Aim of the task
Up to and including the line with "source: float", please set down the entries below exactly, starting from the first line.

─── Source information ───

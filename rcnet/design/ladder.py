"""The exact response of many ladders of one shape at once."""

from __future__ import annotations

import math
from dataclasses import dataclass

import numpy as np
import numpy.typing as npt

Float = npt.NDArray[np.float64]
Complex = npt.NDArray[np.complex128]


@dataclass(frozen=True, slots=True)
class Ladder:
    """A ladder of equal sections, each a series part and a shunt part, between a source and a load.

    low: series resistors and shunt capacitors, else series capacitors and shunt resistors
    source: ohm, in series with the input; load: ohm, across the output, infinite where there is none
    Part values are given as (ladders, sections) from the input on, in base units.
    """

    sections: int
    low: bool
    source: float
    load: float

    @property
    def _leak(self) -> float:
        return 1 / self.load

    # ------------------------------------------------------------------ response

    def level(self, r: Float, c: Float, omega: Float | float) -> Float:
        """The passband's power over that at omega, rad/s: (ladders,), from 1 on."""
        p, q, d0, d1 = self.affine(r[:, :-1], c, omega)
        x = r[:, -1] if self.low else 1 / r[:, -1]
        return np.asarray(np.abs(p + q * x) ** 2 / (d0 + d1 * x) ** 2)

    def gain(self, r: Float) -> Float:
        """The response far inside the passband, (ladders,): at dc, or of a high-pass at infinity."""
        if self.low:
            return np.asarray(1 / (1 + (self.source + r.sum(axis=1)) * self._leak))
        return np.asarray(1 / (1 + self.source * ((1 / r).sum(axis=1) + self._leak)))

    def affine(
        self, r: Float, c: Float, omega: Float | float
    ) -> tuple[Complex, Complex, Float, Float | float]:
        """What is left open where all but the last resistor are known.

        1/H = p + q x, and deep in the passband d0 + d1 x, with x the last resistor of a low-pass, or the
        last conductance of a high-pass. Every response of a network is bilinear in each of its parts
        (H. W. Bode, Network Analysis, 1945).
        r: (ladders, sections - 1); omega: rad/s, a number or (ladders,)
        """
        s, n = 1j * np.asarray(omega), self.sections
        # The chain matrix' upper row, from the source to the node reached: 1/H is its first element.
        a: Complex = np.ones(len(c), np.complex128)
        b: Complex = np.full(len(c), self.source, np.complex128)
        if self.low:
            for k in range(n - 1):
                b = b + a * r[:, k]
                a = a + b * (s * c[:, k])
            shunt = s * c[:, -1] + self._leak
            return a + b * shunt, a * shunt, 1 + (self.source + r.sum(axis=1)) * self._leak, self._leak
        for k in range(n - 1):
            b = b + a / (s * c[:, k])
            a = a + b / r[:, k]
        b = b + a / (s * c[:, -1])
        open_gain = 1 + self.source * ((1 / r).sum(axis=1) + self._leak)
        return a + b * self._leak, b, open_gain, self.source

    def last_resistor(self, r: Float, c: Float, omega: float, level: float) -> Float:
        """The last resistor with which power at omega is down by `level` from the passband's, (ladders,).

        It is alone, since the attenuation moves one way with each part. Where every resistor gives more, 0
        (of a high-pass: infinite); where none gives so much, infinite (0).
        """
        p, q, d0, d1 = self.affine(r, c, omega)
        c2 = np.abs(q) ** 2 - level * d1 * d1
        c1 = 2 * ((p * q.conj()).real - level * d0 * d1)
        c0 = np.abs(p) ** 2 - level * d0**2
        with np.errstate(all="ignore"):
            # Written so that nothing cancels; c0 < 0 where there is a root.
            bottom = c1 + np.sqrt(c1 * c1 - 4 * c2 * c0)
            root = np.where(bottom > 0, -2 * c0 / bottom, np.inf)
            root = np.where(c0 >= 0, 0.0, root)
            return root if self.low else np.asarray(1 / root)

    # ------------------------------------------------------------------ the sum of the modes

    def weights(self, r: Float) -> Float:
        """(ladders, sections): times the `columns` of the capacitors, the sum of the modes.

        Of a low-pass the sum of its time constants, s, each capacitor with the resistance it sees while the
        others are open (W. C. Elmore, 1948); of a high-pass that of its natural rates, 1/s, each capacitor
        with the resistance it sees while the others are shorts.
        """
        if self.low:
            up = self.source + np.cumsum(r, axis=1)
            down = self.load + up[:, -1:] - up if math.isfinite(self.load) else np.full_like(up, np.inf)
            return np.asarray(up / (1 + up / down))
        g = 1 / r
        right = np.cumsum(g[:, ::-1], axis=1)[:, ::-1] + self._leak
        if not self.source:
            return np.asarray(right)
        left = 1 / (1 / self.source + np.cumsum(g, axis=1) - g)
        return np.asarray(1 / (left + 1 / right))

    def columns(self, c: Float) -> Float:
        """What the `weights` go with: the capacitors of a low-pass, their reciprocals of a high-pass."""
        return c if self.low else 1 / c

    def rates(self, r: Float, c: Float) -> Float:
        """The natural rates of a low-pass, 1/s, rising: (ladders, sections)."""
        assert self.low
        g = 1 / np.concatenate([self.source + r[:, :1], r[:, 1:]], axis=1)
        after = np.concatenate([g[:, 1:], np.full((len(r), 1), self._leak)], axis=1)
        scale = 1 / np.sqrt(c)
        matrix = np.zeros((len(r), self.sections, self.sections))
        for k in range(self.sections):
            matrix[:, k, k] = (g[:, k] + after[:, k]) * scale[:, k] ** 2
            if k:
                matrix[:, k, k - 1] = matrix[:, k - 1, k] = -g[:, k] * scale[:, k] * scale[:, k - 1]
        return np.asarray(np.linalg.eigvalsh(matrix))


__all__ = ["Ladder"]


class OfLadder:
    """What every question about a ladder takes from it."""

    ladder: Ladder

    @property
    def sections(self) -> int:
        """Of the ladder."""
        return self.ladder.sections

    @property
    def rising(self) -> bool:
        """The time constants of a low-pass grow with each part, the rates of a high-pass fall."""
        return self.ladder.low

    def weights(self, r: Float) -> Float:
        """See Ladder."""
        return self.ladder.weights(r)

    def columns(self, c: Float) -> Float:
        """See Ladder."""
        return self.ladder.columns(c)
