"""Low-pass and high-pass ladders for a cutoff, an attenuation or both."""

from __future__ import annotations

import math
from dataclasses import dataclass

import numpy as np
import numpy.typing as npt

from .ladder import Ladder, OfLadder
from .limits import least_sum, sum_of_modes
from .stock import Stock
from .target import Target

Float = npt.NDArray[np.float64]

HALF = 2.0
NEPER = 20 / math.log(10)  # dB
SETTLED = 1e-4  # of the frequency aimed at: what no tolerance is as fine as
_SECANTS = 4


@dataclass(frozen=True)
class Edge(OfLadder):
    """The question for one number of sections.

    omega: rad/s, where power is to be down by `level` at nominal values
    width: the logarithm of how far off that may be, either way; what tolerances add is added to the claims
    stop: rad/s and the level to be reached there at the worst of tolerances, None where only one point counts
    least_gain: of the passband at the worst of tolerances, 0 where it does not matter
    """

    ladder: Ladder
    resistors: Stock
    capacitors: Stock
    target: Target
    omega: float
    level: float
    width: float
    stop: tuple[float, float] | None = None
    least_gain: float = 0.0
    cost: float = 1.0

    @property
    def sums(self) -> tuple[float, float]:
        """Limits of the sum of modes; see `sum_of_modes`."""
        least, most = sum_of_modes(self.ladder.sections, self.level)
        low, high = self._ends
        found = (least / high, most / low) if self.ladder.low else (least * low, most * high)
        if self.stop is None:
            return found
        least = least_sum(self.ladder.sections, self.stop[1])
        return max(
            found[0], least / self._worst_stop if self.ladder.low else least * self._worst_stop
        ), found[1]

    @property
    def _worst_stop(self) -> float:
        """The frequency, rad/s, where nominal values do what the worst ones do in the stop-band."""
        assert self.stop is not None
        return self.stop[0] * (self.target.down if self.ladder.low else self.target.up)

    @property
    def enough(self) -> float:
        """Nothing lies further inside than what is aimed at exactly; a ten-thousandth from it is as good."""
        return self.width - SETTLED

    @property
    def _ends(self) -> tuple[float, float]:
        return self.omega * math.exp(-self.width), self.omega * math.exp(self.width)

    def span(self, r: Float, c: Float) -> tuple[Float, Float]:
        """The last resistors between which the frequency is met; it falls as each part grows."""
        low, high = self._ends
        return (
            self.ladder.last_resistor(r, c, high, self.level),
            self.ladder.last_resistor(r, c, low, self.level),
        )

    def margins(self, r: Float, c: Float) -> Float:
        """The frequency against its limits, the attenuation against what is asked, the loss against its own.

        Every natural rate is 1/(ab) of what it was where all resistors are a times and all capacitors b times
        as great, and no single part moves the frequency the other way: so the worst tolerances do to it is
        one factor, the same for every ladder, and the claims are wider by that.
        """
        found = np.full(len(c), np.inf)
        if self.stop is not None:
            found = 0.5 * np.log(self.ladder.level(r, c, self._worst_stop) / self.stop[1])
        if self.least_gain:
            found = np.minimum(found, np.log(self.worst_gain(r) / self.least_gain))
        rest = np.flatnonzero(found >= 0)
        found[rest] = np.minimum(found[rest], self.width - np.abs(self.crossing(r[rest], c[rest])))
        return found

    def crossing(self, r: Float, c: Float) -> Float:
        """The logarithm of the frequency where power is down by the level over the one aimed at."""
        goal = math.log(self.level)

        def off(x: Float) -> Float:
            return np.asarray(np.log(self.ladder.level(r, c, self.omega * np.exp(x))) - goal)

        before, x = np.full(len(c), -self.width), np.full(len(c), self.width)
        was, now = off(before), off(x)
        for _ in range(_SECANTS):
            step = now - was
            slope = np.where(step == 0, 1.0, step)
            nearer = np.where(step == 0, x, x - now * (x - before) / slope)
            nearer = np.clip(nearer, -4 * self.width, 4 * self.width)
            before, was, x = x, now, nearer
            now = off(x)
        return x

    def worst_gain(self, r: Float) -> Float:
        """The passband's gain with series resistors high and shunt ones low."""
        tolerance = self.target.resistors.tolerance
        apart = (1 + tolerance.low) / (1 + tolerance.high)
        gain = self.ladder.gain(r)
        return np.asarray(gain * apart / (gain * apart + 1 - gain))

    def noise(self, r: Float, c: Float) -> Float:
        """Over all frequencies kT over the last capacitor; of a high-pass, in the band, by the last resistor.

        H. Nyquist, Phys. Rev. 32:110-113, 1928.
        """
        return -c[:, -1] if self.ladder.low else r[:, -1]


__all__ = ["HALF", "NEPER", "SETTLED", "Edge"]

───

Exercise answer
filename rcnet/design/ladder.py
"""The exact response of many ladders of one shape at once."""

from __future__ import annotations

import math
from dataclasses import dataclass

import numpy as np
import numpy.typing as npt

Float = npt.NDArray[np.float64]
Complex = npt.NDArray[np.complex128]


@dataclass(frozen=True, slots=True)
class Ladder:
    """A ladder of equal sections, each a series part and a shunt part, between a source and a load.

    low: series resistors and shunt capacitors, else series capacitors and shunt resistors
    source: ohm, in series with the input; load: ohm, across the output, infinite where there is none
    Part values are given as (ladders, sections) from the input on, in base units.
    """

    sections: int
    low: bool
    source: float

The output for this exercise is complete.